● ACTION ITEM: The lines below that include "second" are to be found and copied.

Stored data
------------------------------------

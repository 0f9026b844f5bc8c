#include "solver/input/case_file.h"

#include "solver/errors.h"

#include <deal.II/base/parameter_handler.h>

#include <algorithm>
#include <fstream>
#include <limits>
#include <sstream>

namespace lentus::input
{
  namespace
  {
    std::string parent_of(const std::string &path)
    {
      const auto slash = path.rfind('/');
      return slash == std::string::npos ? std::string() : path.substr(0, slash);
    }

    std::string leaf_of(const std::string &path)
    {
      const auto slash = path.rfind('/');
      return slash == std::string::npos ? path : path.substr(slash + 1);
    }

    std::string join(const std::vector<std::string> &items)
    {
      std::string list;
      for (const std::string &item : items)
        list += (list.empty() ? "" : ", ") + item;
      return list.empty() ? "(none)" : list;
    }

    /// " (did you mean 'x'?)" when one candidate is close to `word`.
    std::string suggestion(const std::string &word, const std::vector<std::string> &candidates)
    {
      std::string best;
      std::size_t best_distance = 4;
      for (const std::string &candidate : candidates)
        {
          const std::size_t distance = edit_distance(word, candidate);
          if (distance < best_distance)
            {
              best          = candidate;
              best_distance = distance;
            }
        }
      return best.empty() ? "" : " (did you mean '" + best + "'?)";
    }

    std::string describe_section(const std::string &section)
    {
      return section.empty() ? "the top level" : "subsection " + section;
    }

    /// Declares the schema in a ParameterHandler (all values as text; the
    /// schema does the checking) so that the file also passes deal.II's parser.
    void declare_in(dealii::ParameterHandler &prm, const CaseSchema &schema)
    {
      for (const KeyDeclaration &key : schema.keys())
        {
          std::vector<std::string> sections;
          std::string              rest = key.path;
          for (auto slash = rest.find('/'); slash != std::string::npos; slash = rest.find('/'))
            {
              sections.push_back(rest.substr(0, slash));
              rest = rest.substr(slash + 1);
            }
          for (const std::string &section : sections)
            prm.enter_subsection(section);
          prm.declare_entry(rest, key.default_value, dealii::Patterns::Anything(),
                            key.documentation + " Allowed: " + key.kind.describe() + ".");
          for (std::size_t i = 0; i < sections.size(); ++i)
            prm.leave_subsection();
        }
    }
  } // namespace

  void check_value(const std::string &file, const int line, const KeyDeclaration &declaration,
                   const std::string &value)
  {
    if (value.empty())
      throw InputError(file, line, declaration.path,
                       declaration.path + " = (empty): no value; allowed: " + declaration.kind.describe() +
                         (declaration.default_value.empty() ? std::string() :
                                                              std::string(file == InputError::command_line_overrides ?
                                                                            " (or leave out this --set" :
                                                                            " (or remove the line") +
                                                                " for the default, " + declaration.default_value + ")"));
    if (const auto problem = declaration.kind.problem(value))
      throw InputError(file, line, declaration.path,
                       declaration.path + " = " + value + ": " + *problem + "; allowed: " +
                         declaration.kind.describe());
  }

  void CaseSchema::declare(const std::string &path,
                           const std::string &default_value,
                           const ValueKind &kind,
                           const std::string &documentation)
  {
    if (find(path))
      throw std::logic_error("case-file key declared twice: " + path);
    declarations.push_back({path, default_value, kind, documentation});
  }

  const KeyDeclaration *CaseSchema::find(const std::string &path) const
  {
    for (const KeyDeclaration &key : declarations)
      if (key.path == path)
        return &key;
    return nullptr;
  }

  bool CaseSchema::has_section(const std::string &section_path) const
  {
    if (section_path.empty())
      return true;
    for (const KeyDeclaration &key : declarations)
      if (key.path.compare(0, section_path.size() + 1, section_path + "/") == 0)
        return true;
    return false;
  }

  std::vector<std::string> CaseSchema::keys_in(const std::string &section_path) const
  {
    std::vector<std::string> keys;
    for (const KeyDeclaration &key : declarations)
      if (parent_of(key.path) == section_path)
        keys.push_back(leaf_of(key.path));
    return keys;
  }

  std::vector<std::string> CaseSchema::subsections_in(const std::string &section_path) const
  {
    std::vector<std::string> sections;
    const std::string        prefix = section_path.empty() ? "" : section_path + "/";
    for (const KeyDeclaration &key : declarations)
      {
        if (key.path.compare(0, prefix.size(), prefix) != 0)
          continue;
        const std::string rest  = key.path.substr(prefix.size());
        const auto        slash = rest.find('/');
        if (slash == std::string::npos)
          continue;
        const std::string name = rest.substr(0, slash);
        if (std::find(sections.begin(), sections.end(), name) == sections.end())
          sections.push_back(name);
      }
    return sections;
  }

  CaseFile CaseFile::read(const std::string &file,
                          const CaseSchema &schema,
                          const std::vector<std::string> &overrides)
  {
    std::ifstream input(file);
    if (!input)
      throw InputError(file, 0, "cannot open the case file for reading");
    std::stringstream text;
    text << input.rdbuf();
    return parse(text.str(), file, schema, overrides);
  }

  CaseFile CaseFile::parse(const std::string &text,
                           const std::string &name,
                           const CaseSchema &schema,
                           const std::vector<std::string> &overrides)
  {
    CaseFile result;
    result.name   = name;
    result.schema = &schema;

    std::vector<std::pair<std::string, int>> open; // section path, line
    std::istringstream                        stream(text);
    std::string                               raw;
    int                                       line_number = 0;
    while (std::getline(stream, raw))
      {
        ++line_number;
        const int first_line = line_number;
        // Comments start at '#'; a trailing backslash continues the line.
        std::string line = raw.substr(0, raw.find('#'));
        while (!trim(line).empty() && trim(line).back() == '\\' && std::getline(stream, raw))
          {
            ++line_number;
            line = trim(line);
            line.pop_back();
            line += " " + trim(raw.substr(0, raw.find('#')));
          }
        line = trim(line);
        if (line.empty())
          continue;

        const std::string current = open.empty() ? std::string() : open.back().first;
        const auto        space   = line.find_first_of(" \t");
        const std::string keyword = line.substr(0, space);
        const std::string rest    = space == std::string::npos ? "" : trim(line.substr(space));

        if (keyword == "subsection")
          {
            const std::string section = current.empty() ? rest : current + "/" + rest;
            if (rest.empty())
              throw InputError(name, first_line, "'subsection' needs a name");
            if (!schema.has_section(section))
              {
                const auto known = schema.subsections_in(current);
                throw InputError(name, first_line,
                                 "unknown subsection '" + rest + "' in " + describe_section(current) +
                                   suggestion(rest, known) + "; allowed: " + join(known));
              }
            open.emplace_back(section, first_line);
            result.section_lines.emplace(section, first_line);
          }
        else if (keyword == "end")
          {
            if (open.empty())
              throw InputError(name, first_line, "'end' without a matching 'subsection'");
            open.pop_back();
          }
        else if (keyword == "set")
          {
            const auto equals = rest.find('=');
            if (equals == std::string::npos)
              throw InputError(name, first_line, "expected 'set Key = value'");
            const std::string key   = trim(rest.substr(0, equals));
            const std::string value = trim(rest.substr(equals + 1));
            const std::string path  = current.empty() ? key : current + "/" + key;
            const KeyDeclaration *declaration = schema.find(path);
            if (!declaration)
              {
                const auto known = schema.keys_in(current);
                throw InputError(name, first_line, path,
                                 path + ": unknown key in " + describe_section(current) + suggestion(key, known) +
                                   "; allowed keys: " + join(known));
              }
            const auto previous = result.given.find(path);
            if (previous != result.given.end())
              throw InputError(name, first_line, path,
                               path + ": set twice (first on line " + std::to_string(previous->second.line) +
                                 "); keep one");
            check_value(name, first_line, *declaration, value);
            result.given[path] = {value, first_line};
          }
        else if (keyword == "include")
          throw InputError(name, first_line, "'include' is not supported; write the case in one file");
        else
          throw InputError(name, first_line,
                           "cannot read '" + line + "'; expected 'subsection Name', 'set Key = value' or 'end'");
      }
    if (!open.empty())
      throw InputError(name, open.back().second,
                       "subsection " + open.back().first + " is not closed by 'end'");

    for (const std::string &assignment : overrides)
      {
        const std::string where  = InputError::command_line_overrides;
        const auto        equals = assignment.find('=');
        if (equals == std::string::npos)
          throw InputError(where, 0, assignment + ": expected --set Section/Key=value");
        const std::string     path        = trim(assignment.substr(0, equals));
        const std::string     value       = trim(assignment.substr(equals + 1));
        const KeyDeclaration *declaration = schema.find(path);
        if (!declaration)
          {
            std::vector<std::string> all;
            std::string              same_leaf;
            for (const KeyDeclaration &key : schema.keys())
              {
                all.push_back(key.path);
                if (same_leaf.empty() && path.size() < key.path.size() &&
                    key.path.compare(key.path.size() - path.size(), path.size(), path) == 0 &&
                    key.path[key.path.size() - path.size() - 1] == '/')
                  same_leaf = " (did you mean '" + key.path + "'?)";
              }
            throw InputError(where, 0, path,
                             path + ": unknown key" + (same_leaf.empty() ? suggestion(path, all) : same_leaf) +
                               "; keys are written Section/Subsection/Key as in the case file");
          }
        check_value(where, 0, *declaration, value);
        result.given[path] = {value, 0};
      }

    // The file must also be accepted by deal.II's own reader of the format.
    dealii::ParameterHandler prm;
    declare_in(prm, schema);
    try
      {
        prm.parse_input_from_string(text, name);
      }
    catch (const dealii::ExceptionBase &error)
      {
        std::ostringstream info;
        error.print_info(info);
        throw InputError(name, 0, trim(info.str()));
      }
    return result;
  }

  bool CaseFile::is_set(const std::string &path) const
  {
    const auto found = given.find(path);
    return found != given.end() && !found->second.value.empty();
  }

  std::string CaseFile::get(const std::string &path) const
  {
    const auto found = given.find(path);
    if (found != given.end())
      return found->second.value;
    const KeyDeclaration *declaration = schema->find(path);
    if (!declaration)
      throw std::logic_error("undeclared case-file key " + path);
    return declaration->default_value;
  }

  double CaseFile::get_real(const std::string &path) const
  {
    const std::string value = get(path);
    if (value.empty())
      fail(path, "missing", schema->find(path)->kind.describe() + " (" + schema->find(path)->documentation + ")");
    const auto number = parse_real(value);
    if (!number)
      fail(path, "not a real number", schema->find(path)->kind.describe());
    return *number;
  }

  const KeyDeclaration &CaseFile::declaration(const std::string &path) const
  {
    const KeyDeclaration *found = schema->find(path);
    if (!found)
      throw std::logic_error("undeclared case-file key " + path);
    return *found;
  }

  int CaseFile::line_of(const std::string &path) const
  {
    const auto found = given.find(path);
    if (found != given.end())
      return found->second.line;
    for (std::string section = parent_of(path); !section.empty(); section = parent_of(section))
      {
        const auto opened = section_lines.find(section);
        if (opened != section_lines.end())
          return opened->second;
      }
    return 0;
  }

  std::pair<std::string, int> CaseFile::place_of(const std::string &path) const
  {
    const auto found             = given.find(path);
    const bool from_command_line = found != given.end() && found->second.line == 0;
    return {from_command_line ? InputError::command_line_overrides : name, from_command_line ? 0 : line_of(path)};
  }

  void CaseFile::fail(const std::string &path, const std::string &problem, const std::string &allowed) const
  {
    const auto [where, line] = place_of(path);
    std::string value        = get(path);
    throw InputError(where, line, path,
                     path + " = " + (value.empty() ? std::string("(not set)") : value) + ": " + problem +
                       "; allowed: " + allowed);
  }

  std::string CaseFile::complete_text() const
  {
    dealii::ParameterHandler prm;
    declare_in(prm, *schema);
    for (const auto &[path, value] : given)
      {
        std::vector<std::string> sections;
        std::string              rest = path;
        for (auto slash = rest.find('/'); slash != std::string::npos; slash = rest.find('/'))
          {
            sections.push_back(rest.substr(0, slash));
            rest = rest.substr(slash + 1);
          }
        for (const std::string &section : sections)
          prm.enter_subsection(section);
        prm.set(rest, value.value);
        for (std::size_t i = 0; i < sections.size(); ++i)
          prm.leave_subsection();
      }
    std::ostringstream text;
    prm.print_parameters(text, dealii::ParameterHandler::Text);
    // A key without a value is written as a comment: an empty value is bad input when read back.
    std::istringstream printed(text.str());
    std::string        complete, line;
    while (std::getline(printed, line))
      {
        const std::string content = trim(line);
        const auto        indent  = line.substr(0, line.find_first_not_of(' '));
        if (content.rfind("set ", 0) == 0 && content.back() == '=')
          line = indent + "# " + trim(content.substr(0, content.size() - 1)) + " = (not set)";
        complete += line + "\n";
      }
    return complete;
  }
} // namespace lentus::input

------------------------------------

● RESPONSE:
                               path + ": set twice (first on line " + std::to_string(previous->second.line) +
      throw InputError(name, open.back().second,
    return found != given.end() && !found->second.value.empty();
      return found->second.value;
      return found->second.line;
          return opened->second;
    const bool from_command_line = found != given.end() && found->second.line == 0;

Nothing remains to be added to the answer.